Applications of Hierarchical Clustering:
- Biology: Phylogenetic tree construction based on genetic similarity.
- Marketing: Customer segmentation based on purchasing behavior.
- Image Segmentation: Grouping similar regions in an image.
- Document Clustering: Organizing documents based on topic similarity.
Advantages of Hierarchical Clustering:
- Interpretability: Hierarchical clustering produces dendrograms that visually represent the relationships between clusters. This makes it easy to interpret and understand the hierarchy within the dataset.
- No Predefined Number of Clusters: Hierarchical clustering does not require the predefined number of clusters, unlike methods such as K-Means.
- Hierarchy Exploration: The hierarchical nature of the clustering allows for exploration of relationships at different levels of granularity, from broad clusters to more specific sub-clusters.

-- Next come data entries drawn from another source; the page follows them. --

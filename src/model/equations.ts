/** The engineer's own formulas: lines `name = expression -> unit`. */
import { dimensionInWords, sameDimension } from '../base/dimension.ts'
import { type Expr, namesIn } from '../base/expr.ts'
import { sym } from '../base/formula.ts'
import type { Result } from '../base/ledger.ts'
import { bad, good } from '../base/outcome.ts'
import { parseExpr } from '../base/parse.ts'
import type { Span } from '../base/span.ts'
import { nameTex } from '../base/typeset.ts'
import type { Unit } from '../base/unit.ts'
import type { Value } from '../base/value.ts'
import type { Block } from '../read/block.ts'
import { diagnose, part, type Text, trimmed } from '../read/text.ts'
import { exprDiagnostic, headUnit, stated, workExpr } from './cell.ts'
import { isLimit } from './limits.ts'
import type { Scope } from './scope.ts'

export interface Equation {
  readonly name: Text
  readonly body: Expr
  readonly span: Span
  /** The unit asked for after the arrow. */
  readonly unit?: Unit
}

/** How an equation may be called. */
export const NAME = /^[\p{L}][\p{L}\p{N}_]*(?:'[\p{L}\p{N}_]+)?$/u

/** A line is read once, however many builds it stands in. */
const known = new WeakMap<Text, Result<Equation>>()

/** One line; the names in it are looked up later. */
export function readEquation(line: Text): Result<Equation> {
  const read = known.get(line) ?? readAnew(line)
  known.set(line, read)
  return read
}

function readAnew(line: Text): Result<Equation> {
  const sign = line.text.indexOf('=')
  if (sign === -1)
    return bad([
      diagnose(
        'error',
        'equation-without-sign',
        line.span,
        'this line has no = sign',
        'Write name = expression, with -> unit after it if you wish.',
      ),
    ])
  const name = trimmed(part(line, 0, sign))
  if (!NAME.test(name.text))
    return bad([
      diagnose(
        'error',
        'equation-name',
        name.text === '' ? line.span : name.span,
        `${name.text === '' ? 'nothing' : name.text} is not a name`,
        'A name is a letter, then letters, digits and _.',
      ),
    ])
  const arrow = line.text.indexOf('->', sign)
  const body = trimmed(part(line, sign + 1, arrow === -1 ? line.text.length : arrow))
  const parsed = parseExpr(body.text, body.span.start)
  if (!parsed.ok) return bad([exprDiagnostic(parsed.because)])
  const unit = arrow === -1 ? good(undefined) : headUnit(trimmed(part(line, arrow + 2)))
  if (!unit.ok) return unit
  return good({ name, body: parsed.value, span: body.span, ...(unit.value ? { unit: unit.value } : {}) })
}

/** The lines of all equation blocks; a name that stands twice is refused where it stands again. */
export function readEquations(blocks: readonly Block[]): ReadonlyMap<Text, Result<Equation>> {
  const first = new Map<string, Text>()
  const read = new Map<Text, Result<Equation>>()
  for (const block of blocks)
    for (const line of block.lines) {
      if (isLimit(line)) continue
      const equation = readEquation(line)
      const before = equation.ok ? first.get(equation.value.name.text) : undefined
      if (equation.ok && !before) first.set(equation.value.name.text, equation.value.name)
      read.set(line, equation.ok && before ? bad([repeated(equation.value.name, before)]) : equation)
    }
  return read
}

const repeated = (name: Text, before: Text) =>
  diagnose('error', 'name-repeated', name.span, `${name.text} is defined twice`, 'Give each its own name.', {
    also: [{ span: before.span, text: 'first here' }],
  })

/** The value of an equation, in the unit asked for or the one its operands carry. */
export function workEquation({ name, body, span, unit }: Equation, scope: Scope): Result<Value> {
  const worked = workExpr(body, span, scope)
  if (!worked.ok) return worked
  const { si, dimension, inputs } = worked.value
  if (unit && !sameDimension(unit.dimension, dimension))
    return bad([
      diagnose(
        'error',
        'wrong-dimension',
        span,
        `${name.text} is ${dimensionInWords(dimension)}, and the unit asked for is ${dimensionInWords(unit.dimension)}`,
        'Check the unit after the arrow.',
      ),
    ])
  const given = namesIn(body).size === 0 && (body.kind === 'quantity' || body.kind === 'number')
  return good({
    id: name.text,
    tex: nameTex(name.text),
    si,
    unit: unit ?? (body.kind === 'quantity' ? body.unit : worked.value.unit),
    rounding: 0,
    origin: given ? { kind: 'given', span } : stated(body, span, sym(name.text, nameTex(name.text), 'number'), inputs),
  })
}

- Robust to Outliers: Hierarchical clustering is generally robust to outliers because the impact of a single outlier is limited to its local cluster.

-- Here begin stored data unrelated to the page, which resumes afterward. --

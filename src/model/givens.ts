/** Sorts the blocks of a document by what they are about. */
import type { Diagnostic } from '../base/diagnostic.ts'
import type { Cell, Ledger } from '../base/ledger.ts'
import { suggestion } from '../base/near.ts'
import type { Block } from '../read/block.ts'
import { diagnose } from '../read/text.ts'
import { checkedName } from './columns.ts'

export interface LevelGivens {
  readonly name: string
  readonly areas: readonly Block[]
  readonly lineLoads: readonly Block[]
  readonly pointLoads: readonly Block[]
  readonly walls: readonly Block[]
  readonly openings: readonly Block[]
  readonly forces: readonly Block[]
}

export interface Givens {
  readonly levels: readonly LevelGivens[]
  readonly grid: readonly Block[]
  readonly levelTable: readonly Block[]
  readonly constructions: readonly Block[]
  readonly wind: readonly Block[]
  readonly equations: readonly Block[]
  readonly seismic: readonly Block[]
  readonly spectrum: readonly Block[]
  /** `forces` that name no level and hold a table of them. */
  readonly forceTables: readonly Block[]
  readonly faults: readonly Diagnostic[]
  /** Faults of blocks that found no level: what their level then lacks follows from them. */
  readonly strays: (topic: string) => readonly Diagnostic[]
}

/** Topics of which a block is about one level. */
export const perLevel = ['areas', 'line-loads', 'point-loads', 'walls', 'openings', 'forces'] as const
const ONLY_LEVEL = 'level'

export function gather(blocks: readonly Block[]): Givens {
  const of = (topic: string) => blocks.filter(block => block.topic === topic)
  const faults = blocks.flatMap(({ faults }) => faults)
  const levelTable = of('levels')
  const about = (block: Block) => perLevel.some(topic => topic === block.topic) && !isForceTable(block)
  const named = blocks.filter(about)
  const listed = levelNames(levelTable)
  // Where the list of levels has faults of its own, they are the cause, not the blocks that name levels.
  const used = [...new Set(blocks.filter(about).flatMap(({ about }) => about?.text ?? []))]
  const names = levelTable.length === 0 ? [firstName(named, blocks)] : listed.length > 0 ? listed : used
  const strays = new Map<string, readonly Diagnostic[]>()
  for (const block of blocks.filter(block => about(block) || block.topic === 'working')) {
    const strange = strangeLevel(block, names)
    faults.push(...strange)
    strays.set(block.topic, [...(strays.get(block.topic) ?? []), ...strange])
  }
  const levels = names.map((name): LevelGivens => {
    const mine = named.filter(block => levelNameOf(block, names) === name)
    const on = (topic: string) => mine.filter(block => block.topic === topic)
    return {
      name,
      areas: on('areas'),
      lineLoads: on('line-loads'),
      pointLoads: on('point-loads'),
      walls: on('walls'),
      openings: on('openings'),
      forces: on('forces'),
    }
  })
  return {
    levels,
    grid: of('grid'),
    levelTable,
    constructions: of('construction'),
    wind: of('wind'),
    equations: of('equations'),
    seismic: of('seismic'),
    spectrum: of('spectrum'),
    forceTables: of('forces').filter(isForceTable),
    faults,
    strays: topic => strays.get(topic) ?? [],
  }
}

const isForceTable = (block: Block): boolean =>
  block.topic === 'forces' && block.about === undefined && block.table !== undefined

/** Givens whose blocks may be replaced by others of the same topic, level and place. */
export interface LiveGivens extends Givens {
  /** A block of `constructions`, without a look at the others. */
  readonly constructionAt: (index: number) => Block | undefined
  /** @returns false when the building has other parts than before, so that its worksheet must be laid out anew */
  readonly replace: (next: Givens) => boolean
}

/** What reads a block of these givens is worked again when it is replaced. */
export function liveGivens(first: Givens, ledger: Ledger): LiveGivens {
  let now = first
  const cellOf = (blocks: readonly Block[]) => ledger.cell(blocks, sameItems)
  const shared = sharedParts.map(part => [part, cellOf(first[part])] as const)
  const constructions = first.constructions.map(block => ledger.cell(block))
  const levels = first.levels.map(level => levelParts.map(part => [part, cellOf(level[part])] as const))
  const constructionAt = (index: number) => constructions[index]?.get()
  const others = {
    levels: levels.map((parts, i) => withParts({ name: first.levels[i]?.name ?? '' }, parts)),
    get constructions() {
      return constructions.flatMap((_, i) => constructionAt(i) ?? [])
    },
    constructionAt,
    // Equations are taken line by line, and of a building with faults nothing is kept.
    get equations() {
      return now.equations
    },
    get faults() {
      return now.faults
    },
    strays: (topic: string) => now.strays(topic),
    replace: (next: Givens) => {
      if (next.faults.length > 0 || structureOf(next) !== structureOf(now)) return false
      now = next
      for (const [part, cell] of shared) cell.set(next[part])
      for (const [i, cell] of constructions.entries()) {
        const block = next.constructions[i]
        if (block) cell.set(block)
      }
      for (const [i, parts] of levels.entries())
        for (const [part, cell] of parts) cell.set(next.levels[i]?.[part] ?? [])
      return true
    },
  }
  return withParts(others, shared)
}

const sharedParts = ['grid', 'levelTable', 'forceTables', 'seismic', 'wind', 'spectrum'] as const
const levelParts = ['areas', 'lineLoads', 'pointLoads', 'walls', 'openings', 'forces'] as const

/** The same object with each part as a property that reads its cell. */
function withParts<O extends object, P extends string, T>(
  object: O,
  parts: readonly (readonly [P, Cell<T>])[],
): O & { readonly [K in P]: T } {
  const properties = parts.map(([part, { get }]) => [part, { get, enumerable: true }] as const)
  // Each part is defined as a property of its cell's type.
  return Object.defineProperties(object, Object.fromEntries(properties)) as O & { readonly [K in P]: T }
}

const sameItems = <T>(a: readonly T[], b: readonly T[]): boolean =>
  a.length === b.length && a.every((item, i) => item === b[i])

/** What a worksheet is laid out by: the levels, and the topic, place and name of each block. */
function structureOf({ levels, constructions, faults, ...givens }: Givens): string {
  const heads = (blocks: readonly Block[]) => blocks.map(({ about, info }) => [about?.text ?? '', info.start, info.end])
  return JSON.stringify([
    levels.map(level => [level.name, ...levelParts.map(part => heads(level[part]))]),
    sharedParts.map(part => heads(givens[part])),
    heads(constructions),
    faults.length,
  ])
}

/** The level that a block is about: the one it names, or the only one there is. */
export function levelNameOf(block: Block, names: readonly string[]): string | undefined {
  if (block.about) return block.about.text
  return names.length === 1 ? names[0] : undefined
}

function firstName(named: readonly Block[], blocks: readonly Block[]): string {
  const first = named.find(({ about }) => about) ?? blocks.find(({ topic, about }) => topic === 'working' && about)
  return first?.about?.text ?? ONLY_LEVEL
}

function levelNames(levelTable: readonly Block[]): readonly string[] {
  const names = levelTable.flatMap(({ table }) => {
    const column = table?.header.findIndex(({ name }) => name.text === 'level') ?? -1
    return table?.rows.map(({ cells }) => cells[column]?.text ?? '') ?? []
  })
  return [...new Set(names.filter(name => name !== ''))]
}

function strangeLevel(block: Block, names: readonly string[]): readonly Diagnostic[] {
  const { about, info, topic } = block
  if (!about) {
    if (names.length <= 1 || topic === 'working') return []
    return [
      diagnose(
        'error',
        'level-missing',
        info,
        `${topic} does not say which level it is about`,
        `Write ${topic} ${names[0] ?? ''}. ${suggestion('', names, 'level')}`,
      ),
    ]
  }
  const checked = checkedName(about, 'level')
  if (!checked.ok) return checked.because
  if (names.includes(about.text)) return []
  return [
    diagnose(
      'error',
      'unknown-level',
      about.span,
      `there is no level ${about.text}`,
      suggestion(about.text, names, 'level'),
    ),
  ]
}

Disadvantages of Hierarchical Clustering:
- Computational Complexity: The computational complexity of hierarchical clustering is relatively high, especially for large datasets. The time complexity is often quadratic or cubic, making it less suitable for very large datasets.
- Lack of Flexibility: Once a merger or split is made, it cannot be undone in hierarchical clustering. This lack of flexibility may lead to suboptimal results in certain cases.
- Memory Requirements: The memory requirements for hierarchical clustering can be significant, especially when dealing with large datasets. This can limit its applicability in certain environments.
- Sensitive to Noise: Hierarchical clustering can be sensitive to noise and outliers, particularly when using linkage criteria that are sensitive to extreme values.